Had a guy I worked with named Stallion. Stallion is from India.

Image credits: pirate737

#32

There was a boy named Nemo and a girl named Jello at the elementary school I went to back in 2010.

#33

I work at a preschool. We once had a child named Nebula.

#34

I knew a guy names Don Phan. Surprisingly he was born before the pokemon donphan was released.

I met two brothers once named Cain and Abel. Cain hasn't killed Abel yet.

#35

I knew someone named Aquanet. Also, a kid named Collin, but mom wanted a "unique" spelling, she spelled it Colon, poor kid.

#36

Knew someone who’s name was Rubella.

#37

Tiaralynn-Angel. I laughed. We don’t speak anymore. Nothing was lost.

#38

Knew a guy named Jasmine he went by Jazz.

#39

Tiffany.

He was a big black dude.

#40

Joey Jojo Junior Shabadoo.

Image credits: stryph42

#41

I currently have a Hayhey and an Aristotle in my class.

#42

Jathan. Not Jason, not Nathan. Jathan.

I tried the trick to remember his name by using it four times quickly. “Hi Jathan. Nice to meet you Jathan. How are you Jathan?”

He looked at me and said, “Are you theriouth right now?”.

#43

A young girl named Nemesis.

#44

Kavanah (alternative to Cavanaugh) but people kept calling her Cabana and it's just terrible.

#45

Greg, for a girl.

#46

I worked at an after school program in college. There was a little boy there named Thunder. His older brother Storm would come pick him up.

#47

I had a friend named Lyric. Yes her name was Lyric.

#48

Corinthian and Leviticus.

#49

Xerox.

#50

Harley Davidson she didn't know who the father was only that he rode a Harley Davidson.

#51

Met a pair of toddler twin boys named Remington and Ruger.

#52

My sister's friend named her child Carodie. Pronounced Carrot-y.

Presumably because Rutabega-ish was too lengthy.

#53

Blue Pyramid (first and middle names)

And I know I'm going to not get this totally right, but it was something like

Madysynn Ayshlynn

It was just an ungodly number of y's and n's in that name.

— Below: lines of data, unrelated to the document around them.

import { clsx } from 'clsx';
import type { Units } from '../../../../shared/contracts/users';
import type { ParcelResult, SoundingAnalysis } from '../../../../shared/sounding';
import { indexGroups } from './index-rows';

export interface IndexPanelProps {
  analysis: SoundingAnalysis;
  units: Units;
  /** A parcel lifted from a chosen level (what-if), shown beside the standard parcels. */
  chosenParcel?: ParcelResult | null;
  className?: string;
}

/** The sounding's indices in five groups, in the person's units. */
export function IndexPanel({ analysis, units, chosenParcel = null, className }: IndexPanelProps) {
  const groups = indexGroups(analysis, units, chosenParcel);
  return (
    <div className={clsx('gap-6 sm:columns-2 xl:columns-3', className)}>
      {groups.map((group) => (
        <table key={group.title} className="mb-4 w-full break-inside-avoid border-collapse text-[13px] tabular-nums">
          <caption className="border-b border-line pb-1 text-left text-[12px] font-semibold tracking-wide text-ink-muted uppercase">{group.title}</caption>
          <tbody>
            {group.rows.map((row) => (
              <tr key={row.label} className="border-b border-line/60 last:border-0">
                <th scope="row" className="py-1 pr-2 text-left font-normal text-ink-muted" title={row.description}>
                  {row.label}
                </th>
                <td className="py-1 text-right font-medium text-ink" title={row.missingReason ?? undefined}>
                  {row.value}
                  {row.missingReason ? <span className="sr-only"> ({row.missingReason})</span> : null}
                </td>
              </tr>
            ))}
          </tbody>
        </table>
      ))}
    </div>
  );
}
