import { clsx } from 'clsx';
import type { Units } from '../../../../shared/contracts/users';
import type { KinematicsAnalysis, SoundingLevel, WindVector } from '../../../../shared/sounding';
import { windDirectionAndSpeed } from '../../../../shared/sounding';
import { formatNumber, speedText, speedUnitLabel } from './format';
import { hodographRings, hodographSegments } from './hodograph-data';
import { HODOGRAPH_BANDS, SOUNDING_PALETTE as C } from './palette';
import { METRES_PER_SECOND_PER_KNOT, METRES_PER_SECOND_PER_MPH } from '../../../utils/units';

export interface HodographProps {
  /** Levels sorted by decreasing pressure (heights MSL). */
  levels: readonly SoundingLevel[];
  /** The engine's kinematics (Bunkers storm motions, mean wind). */
  kinematics: KinematicsAnalysis;
  units: Units;
  className?: string;
}

const SIZE = 320;
const CENTRE = SIZE / 2;
const RADIUS = SIZE / 2 - 18;

const toDisplaySpeed = (speedMs: number, unit: Units['speed']): number =>
  unit === 'ms' ? speedMs : unit === 'kt' ? speedMs / METRES_PER_SECOND_PER_KNOT : speedMs / METRES_PER_SECOND_PER_MPH;

function motionText(vector: WindVector, units: Units): string {
  const { directionDeg, speed } = windDirectionAndSpeed(vector.u, vector.v);
  return `${String(Math.round(directionDeg) % 360).padStart(3, '0')}° ${speedText(speed, units)}`;
}

/** Hodograph of the 0–10 km AGL winds, coloured by height band, with Bunkers storm motions. */
export function Hodograph({ levels, kinematics, units, className }: HodographProps) {
  const segments = hodographSegments(levels);
  const motions = [kinematics.stormMotionRight, kinematics.stormMotionLeft, kinematics.meanWind0to6km].filter((m): m is WindVector => m !== null);
  const speeds = [...segments.flatMap((s) => s.points.map((p) => Math.hypot(p.u, p.v))), ...motions.map((m) => Math.hypot(m.u, m.v))];
  const maxDisplay = toDisplaySpeed(Math.max(10, ...speeds), units.speed);
  const rings = hodographRings(maxDisplay);
  const scale = RADIUS / (rings.step * rings.count); // px per display unit
  const at = (u: number, v: number) => ({ x: CENTRE + toDisplaySpeed(u, units.speed) * scale, y: CENTRE - toDisplaySpeed(v, units.speed) * scale });
  const unit = speedUnitLabel[units.speed];
  const right = kinematics.stormMotionRight;
  const left = kinematics.stormMotionLeft;
  const summary = [
    segments.length ? `Winds from ${segments[0]?.band.label.split('–')[0]} to ${segments.at(-1)?.band.label.split('–')[1]} above ground` : 'No winds reported',
    right ? `Bunkers right mover ${motionText(right, units)}` : null,
    left ? `left mover ${motionText(left, units)}` : null,
  ]
    .filter(Boolean)
    .join('; ');

  return (
    <figure className={clsx('m-0', className)}>
      <svg viewBox={`0 0 ${SIZE} ${SIZE}`} className="block h-auto w-full" role="img" aria-label={`Hodograph. ${summary}.`} fontFamily="Public Sans, ui-sans-serif, system-ui, sans-serif">
        <rect x={0} y={0} width={SIZE} height={SIZE} fill={C.background} rx={6} />
        {Array.from({ length: rings.count }, (_, i) => (i + 1) * rings.step).map((speed) => (
          <g key={speed}>
            <circle cx={CENTRE} cy={CENTRE} r={speed * scale} fill="none" stroke={C.isobar} strokeWidth={0.9} />
            <text x={CENTRE + speed * scale * Math.SQRT1_2 + 2} y={CENTRE + speed * scale * Math.SQRT1_2 + 10} fontSize={9.5} fill={C.label}>
              {speed}
            </text>
          </g>
        ))}
        <line x1={CENTRE - RADIUS} x2={CENTRE + RADIUS} y1={CENTRE} y2={CENTRE} stroke={C.frame} strokeWidth={0.7} />
        <line y1={CENTRE - RADIUS} y2={CENTRE + RADIUS} x1={CENTRE} x2={CENTRE} stroke={C.frame} strokeWidth={0.7} />
        <text x={SIZE - 6} y={SIZE - 6} fontSize={9.5} fill={C.label} textAnchor="end">
          {unit}
        </text>
        {segments.map(({ band, points }) => (
          <polyline
            key={band.label}
            points={points.map((p) => at(p.u, p.v)).map((p) => `${p.x.toFixed(1)},${p.y.toFixed(1)}`).join(' ')}
            fill="none"
            stroke={band.colour}
            strokeWidth={2.6}
            strokeLinejoin="round"
            strokeLinecap="round"
          />
        ))}
        {segments.map(({ band, points }) => {
          const last = points[points.length - 1];
          if (!last) return null;
          const p = at(last.u, last.v);
          return (
            <text key={band.label} x={p.x + 4} y={p.y - 4} fontSize={9} fill={band.colour} fontWeight={600}>
              {Math.round(last.heightM / 1000)}
            </text>
          );
        })}
        {kinematics.meanWind0to6km ? (
          <g>
            <rect {...square(at(kinematics.meanWind0to6km.u, kinematics.meanWind0to6km.v), 3.5)} fill="none" stroke={C.parcel} strokeWidth={1.3} />
          </g>
        ) : null}
        {right ? <StormMarker point={at(right.u, right.v)} label="RM" filled /> : null}
        {left ? <StormMarker point={at(left.u, left.v)} label="LM" filled={false} /> : null}
      </svg>
      <figcaption className="mt-2 text-[12px] text-ink-muted">
        <ul className="flex flex-wrap gap-x-3 gap-y-1" aria-label="Hodograph legend">
          {HODOGRAPH_BANDS.map((band) => (
            <li key={band.label} className="inline-flex items-center gap-1">
              <svg width={18} height={8} aria-hidden="true">
                <line x1={0} x2={18} y1={4} y2={4} stroke={band.colour} strokeWidth={3} />
              </svg>
              {band.label}
            </li>
          ))}
          <li>● RM / ○ LM Bunkers right / left mover</li>
          <li>□ 0–6 km mean wind</li>
          <li>Rings every {formatNumber(rings.step, 0)} {unit}</li>
        </ul>
        {right || left ? (
          <p className="mt-1 tabular-nums">
            {right ? `RM ${motionText(right, units)}` : ''}
            {right && left ? ' · ' : ''}
            {left ? `LM ${motionText(left, units)}` : ''}
          </p>
        ) : null}
      </figcaption>
    </figure>
  );
}

function square(point: { x: number; y: number }, half: number) {
  return { x: point.x - half, y: point.y - half, width: half * 2, height: half * 2 };
}

function StormMarker({ point, label, filled }: { point: { x: number; y: number }; label: string; filled: boolean }) {
  return (
    <g>
      <circle cx={point.x} cy={point.y} r={4.5} fill={filled ? C.parcel : '#ffffff'} stroke={C.parcel} strokeWidth={1.5} />
      <text x={point.x + 7} y={point.y + 4} fontSize={10.5} fontWeight={700} fill={C.parcel} paintOrder="stroke" stroke="#ffffff" strokeWidth={3}>
        {label}
      </text>
    </g>
  );
}
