import {
  ZERO_CELSIUS_K,
  mixingRatio,
  saturationVaporPressure,
  virtualTemperature,
  windDirectionAndSpeed,
  type ParcelTracePoint,
  type SoundingLevel,
} from '../../../../shared/sounding';

/** Environment virtual temperature of a level, °C (temperature when the dewpoint is missing). Engine formulas. */
export function levelVirtualTemperatureC(level: SoundingLevel): number {
  const temperatureK = level.temperatureC + ZERO_CELSIUS_K;
  if (level.dewpointC === null) return level.temperatureC;
  const dewpointK = Math.min(level.dewpointC, level.temperatureC) + ZERO_CELSIUS_K;
  const w = mixingRatio(saturationVaporPressure(dewpointK), level.pressureHpa);
  return virtualTemperature(temperatureK, w) - ZERO_CELSIUS_K;
}

/** Linear interpolation in ln p of `values` given at `pressures` (decreasing); NaN outside. */
export function interpolateInLogPressure(pressures: readonly number[], values: readonly number[], pressureHpa: number): number {
  const n = pressures.length;
  for (let i = 1; i < n; i++) {
    const p0 = pressures[i - 1] as number;
    const p1 = pressures[i] as number;
    if ((p0 - pressureHpa) * (p1 - pressureHpa) <= 0) {
      const v0 = values[i - 1] as number;
      const v1 = values[i] as number;
      if (p0 === p1) return v0;
      const fraction = (Math.log(pressureHpa) - Math.log(p0)) / (Math.log(p1) - Math.log(p0));
      return v0 + fraction * (v1 - v0);
    }
  }
  return n === 1 && pressures[0] === pressureHpa ? (values[0] as number) : NaN;
}

/** Parcel temperature (°C) at a pressure from its trace; NaN outside the trace. */
export function parcelTemperatureAt(trace: readonly ParcelTracePoint[] | undefined, pressureHpa: number): number {
  if (!trace || trace.length === 0) return NaN;
  return interpolateInLogPressure(
    trace.map((point) => point.pressureHpa),
    trace.map((point) => point.temperatureC),
    pressureHpa,
  );
}

/** Wind of a level as direction (from, degrees) and speed (m s⁻¹); null when not reported. */
export function levelWind(level: SoundingLevel): { directionDeg: number; speedMs: number } | null {
  if (level.uMs === null || level.vMs === null) return null;
  const { directionDeg, speed } = windDirectionAndSpeed(level.uMs, level.vMs);
  return { directionDeg, speedMs: speed };
}

/** Height above the lowest level, m. */
export function heightAboveGround(levels: readonly SoundingLevel[], level: SoundingLevel): number {
  return level.heightM - (levels[0]?.heightM ?? level.heightM);
}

There was also a family I knew who they were putting a double-N somewhere in each of the grandchildren's names, which is fine. But one of the boys they decided to name him Brian with two n's in it...so they named him Brionne.

#54

Not so much forenames, but seen a few wild middle names.

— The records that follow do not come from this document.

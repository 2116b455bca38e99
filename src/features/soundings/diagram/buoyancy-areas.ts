import type { ParcelResult, SoundingLevel } from '../../../../shared/sounding';
import { interpolateInLogPressure, levelVirtualTemperatureC } from './profile-helpers';

/**
 * The shaded areas of a parcel on the diagram: between the parcel's virtual-temperature trace and
 * the environment's virtual temperature, the way the engine integrates buoyancy. Positive area
 * (CAPE) only between the LFC and the EL; negative area (CIN) only from the start to the LFC;
 * nothing when the parcel has no LFC (the engine's CAPE and CIN are both 0 then).
 */
export interface BuoyancyArea {
  sign: 'positive' | 'negative';
  /** Closed outline: up the parcel trace, back down the environment. */
  outline: { pressureHpa: number; temperatureC: number }[];
}

interface Sample {
  pressureHpa: number;
  parcelC: number;
  environmentC: number;
}

export function buoyancyAreas(levels: readonly SoundingLevel[], parcel: ParcelResult): BuoyancyArea[] {
  const trace = parcel.trace;
  if (!trace || trace.length < 2 || parcel.lfcPressure === null) return [];
  const pressures = levels.map((level) => level.pressureHpa);
  const environment = levels.map(levelVirtualTemperatureC);
  const lfc = parcel.lfcPressure;
  const top = parcel.elPressure ?? (trace[trace.length - 1] as (typeof trace)[number]).pressureHpa;

  // Samples along the trace with the LFC and EL inserted, so the areas start and stop exactly there.
  const cut = new Set<number>([lfc, top]);
  const samplePressures = [...new Set([...trace.map((point) => point.pressureHpa), ...cut])]
    .filter((p) => p <= parcel.parcelPressure && p >= top)
    .sort((a, b) => b - a);
  const tracePressures = trace.map((point) => point.pressureHpa);
  const traceVirtual = trace.map((point) => point.virtualTemperatureC);
  const samples: Sample[] = samplePressures
    .map((pressureHpa) => ({
      pressureHpa,
      parcelC: interpolateInLogPressure(tracePressures, traceVirtual, pressureHpa),
      environmentC: interpolateInLogPressure(pressures, environment, pressureHpa),
    }))
    .filter((sample) => Number.isFinite(sample.parcelC) && Number.isFinite(sample.environmentC));

  // Insert the points where the curves cross, so each segment keeps one sign.
  const points: Sample[] = [];
  for (let i = 0; i < samples.length; i++) {
    const sample = samples[i] as Sample;
    const previous = samples[i - 1];
    if (previous) {
      const a = previous.parcelC - previous.environmentC;
      const b = sample.parcelC - sample.environmentC;
      if (a * b < 0) {
        const fraction = a / (a - b);
        const logP = Math.log(previous.pressureHpa) + fraction * (Math.log(sample.pressureHpa) - Math.log(previous.pressureHpa));
        const temperature = previous.environmentC + fraction * (sample.environmentC - previous.environmentC);
        points.push({ pressureHpa: Math.exp(logP), parcelC: temperature, environmentC: temperature });
      }
    }
    points.push(sample);
  }

  // Classify each segment by its midpoint and join neighbours of the same kind.
  const areas: BuoyancyArea[] = [];
  let run: Sample[] = [];
  let runSign: BuoyancyArea['sign'] | null = null;
  const close = (): void => {
    if (runSign && run.length >= 2) {
      areas.push({
        sign: runSign,
        outline: [
          ...run.map((s) => ({ pressureHpa: s.pressureHpa, temperatureC: s.parcelC })),
          ...[...run].reverse().map((s) => ({ pressureHpa: s.pressureHpa, temperatureC: s.environmentC })),
        ],
      });
    }
    run = [];
    runSign = null;
  };
  for (let i = 1; i < points.length; i++) {
    const a = points[i - 1] as Sample;
    const b = points[i] as Sample;
    const difference = (a.parcelC - a.environmentC + b.parcelC - b.environmentC) / 2;
    const middle = Math.sqrt(a.pressureHpa * b.pressureHpa);
    let sign: BuoyancyArea['sign'] | null = null;
    if (difference > 0 && middle < lfc) sign = 'positive';
    else if (difference < 0 && middle > lfc) sign = 'negative';
    if (sign !== runSign) {
      close();
      runSign = sign;
      if (sign) run.push(a);
    }
    if (sign) run.push(b);
  }
  close();
  return areas;
}
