import { describe, expect, it } from 'vitest';
import type { SoundingLevel } from '../../../../shared/sounding';
import { hodographRings, hodographSegments } from './hodograph-data';

// Invented winds: u grows 1 m/s per 500 m, v = 0; band edges are interpolated linearly in height.
const levels: SoundingLevel[] = Array.from({ length: 25 }, (_, i) => ({
  pressureHpa: 1000 - i * 35,
  heightM: 300 + i * 500,
  temperatureC: 20 - i * 3,
  dewpointC: null,
  uMs: i,
  vMs: 0,
}));

describe('hodographSegments', () => {
  it('splits the 0–10 km winds into four bands that join at 1, 3 and 6 km AGL', () => {
    const segments = hodographSegments(levels);
    expect(segments.map((s) => s.band.label)).toEqual(['0–1 km', '1–3 km', '3–6 km', '6–10 km']);
    expect(segments[0]?.points.at(-1)).toEqual({ heightM: 1000, u: 2, v: 0 });
    expect(segments[1]?.points[0]).toEqual({ heightM: 1000, u: 2, v: 0 });
    expect(segments[3]?.points.at(-1)).toEqual({ heightM: 10000, u: 20, v: 0 });
  });

  it('leaves out bands the winds do not reach', () => {
    expect(hodographSegments(levels.slice(0, 5)).map((s) => s.band.label)).toEqual(['0–1 km', '1–3 km']);
  });
});

describe('hodographRings', () => {
  it('rings every 10 for 45 (in the display unit), five of them', () => {
    expect(hodographRings(45)).toEqual({ step: 10, count: 5 });
  });
});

I worked in a school and the three that stand out are:

1. Kenny Stevie Shankley Paisely [long line of Liverpool FC legends]

2. Tupac.

3. Budweiser.

#55

I have a friend who's naming her baby, Laurana (Laura and Anastasia), you know the female lead for 50 shades of Gray and 365 Days cause she loves those movies. I don't wanna be that baby. I feel bad for that baby. I'm sorry for that baby.

#56

Hilton and Sheraton. I’m not kidding.

#57

Kiwi and Sunshine, met them in a mental hospital, that was their real names. they were pretty chill.

#58

Kale. the guy is nice and cool and all but what the heck was going through his parents head thinking naming their kid after a vegetable.

#59

KVIIIlyn. Pronounced "Katelyn," just uses the Roman numerals for 8.

#60

I know someone who knows someone who knows someone who named their kid Shampoo.

#61

My moms cousin named her son Cuthbert. They call him “Cutty” for short.

#62

Sno White, 9th grade classmate.

#63

My brother-in-law was banned from naming when he threw out "Justice America" for my niece. His own mother just looked at him, dead faced, and told him f**k no.

#64

These girls at my Korean church were named one and two in Korean. It wasn’t that bad since they went to school here but any time a Korean person heard it it was like wtf.

#65

I knew a lady who waited a year to name her baby, and, after all that time to decide, ended up with “abcde”. Pronounced (abb - sid- é). Horrific.

#66

Not the craziest ever, but I’ve come across some odd spellings of normal names that made me question what the parents were thinking.

Last year I met a Kohl (kree8tiv spelling of Cole) and a Gerrit (kree8tiv spelling of Garrett).

Both of those guys are going to be correcting people on how to spell their names for their whole lives.

#67

Abcde but said like ab-sid-ey. She is in my sons class. I wish i was joking!

#68

An extended family member had a baby during the height of Covid. They named their son Covie. I didn’t know what to say. Me: oh… that’s…original?

#69

Legend has it that the child in the nursery bed next to mine was named Meconium, because the mother heard the doctor say it and thought it was pretty.